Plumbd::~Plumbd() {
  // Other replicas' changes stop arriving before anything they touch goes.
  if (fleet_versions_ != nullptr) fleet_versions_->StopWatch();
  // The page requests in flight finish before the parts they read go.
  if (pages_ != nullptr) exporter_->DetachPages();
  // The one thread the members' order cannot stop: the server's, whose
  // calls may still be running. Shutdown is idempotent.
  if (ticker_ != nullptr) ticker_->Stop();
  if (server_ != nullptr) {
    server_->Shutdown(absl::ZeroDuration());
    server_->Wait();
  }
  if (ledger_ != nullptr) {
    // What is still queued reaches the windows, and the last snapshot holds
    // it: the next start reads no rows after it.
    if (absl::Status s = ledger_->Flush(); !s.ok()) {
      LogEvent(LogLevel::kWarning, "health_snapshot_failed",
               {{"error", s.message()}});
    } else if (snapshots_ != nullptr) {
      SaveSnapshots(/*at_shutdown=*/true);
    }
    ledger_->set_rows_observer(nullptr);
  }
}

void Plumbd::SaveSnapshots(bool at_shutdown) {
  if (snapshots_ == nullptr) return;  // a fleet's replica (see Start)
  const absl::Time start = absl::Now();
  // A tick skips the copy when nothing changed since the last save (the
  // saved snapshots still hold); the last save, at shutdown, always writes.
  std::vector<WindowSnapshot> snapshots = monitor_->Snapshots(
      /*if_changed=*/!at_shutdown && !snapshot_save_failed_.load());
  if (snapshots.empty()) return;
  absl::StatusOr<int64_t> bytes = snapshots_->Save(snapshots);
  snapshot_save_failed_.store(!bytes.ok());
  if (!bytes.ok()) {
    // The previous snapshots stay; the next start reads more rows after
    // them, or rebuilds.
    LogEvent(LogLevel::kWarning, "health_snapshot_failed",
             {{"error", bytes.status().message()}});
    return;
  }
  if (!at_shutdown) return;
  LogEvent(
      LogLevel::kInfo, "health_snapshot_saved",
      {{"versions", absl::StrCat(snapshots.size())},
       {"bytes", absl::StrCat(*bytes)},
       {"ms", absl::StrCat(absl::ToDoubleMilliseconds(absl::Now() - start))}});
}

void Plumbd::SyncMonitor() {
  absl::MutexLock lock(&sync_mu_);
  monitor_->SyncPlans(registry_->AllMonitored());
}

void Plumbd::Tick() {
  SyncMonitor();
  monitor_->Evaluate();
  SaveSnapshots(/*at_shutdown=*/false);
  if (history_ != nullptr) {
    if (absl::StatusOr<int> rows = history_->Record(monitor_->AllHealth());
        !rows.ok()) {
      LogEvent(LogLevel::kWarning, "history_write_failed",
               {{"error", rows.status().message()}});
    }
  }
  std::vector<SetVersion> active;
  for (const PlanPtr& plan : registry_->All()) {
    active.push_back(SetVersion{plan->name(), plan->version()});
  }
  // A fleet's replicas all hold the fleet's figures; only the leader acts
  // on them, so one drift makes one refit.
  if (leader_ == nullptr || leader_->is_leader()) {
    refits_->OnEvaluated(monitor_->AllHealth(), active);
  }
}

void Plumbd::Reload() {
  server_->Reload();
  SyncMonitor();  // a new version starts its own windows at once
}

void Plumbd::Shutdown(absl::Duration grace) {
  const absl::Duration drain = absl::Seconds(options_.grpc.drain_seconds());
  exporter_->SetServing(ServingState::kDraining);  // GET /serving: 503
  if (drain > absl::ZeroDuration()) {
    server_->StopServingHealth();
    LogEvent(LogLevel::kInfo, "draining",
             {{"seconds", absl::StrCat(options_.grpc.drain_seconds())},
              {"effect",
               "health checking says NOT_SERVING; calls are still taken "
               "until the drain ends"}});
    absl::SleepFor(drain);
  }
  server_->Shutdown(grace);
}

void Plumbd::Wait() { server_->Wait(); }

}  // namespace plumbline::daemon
= = = =
From the line containing "const absl::Duration drain" to the last line of the listing, write everything out exactly. Nothing outside that stretch belongs.

- **Result for this exercise**:
  const absl::Duration drain = absl::Seconds(options_.grpc.drain_seconds());
  exporter_->SetServing(ServingState::kDraining);  // GET /serving: 503
  if (drain > absl::ZeroDuration()) {
    server_->StopServingHealth();
    LogEvent(LogLevel::kInfo, "draining",
             {{"seconds", absl::StrCat(options_.grpc.drain_seconds())},
              {"effect",
               "health checking says NOT_SERVING; calls are still taken "
               "until the drain ends"}});
    absl::SleepFor(drain);
  }
  server_->Shutdown(grace);
}

void Plumbd::Wait() { server_->Wait(); }

}  // namespace plumbline::daemon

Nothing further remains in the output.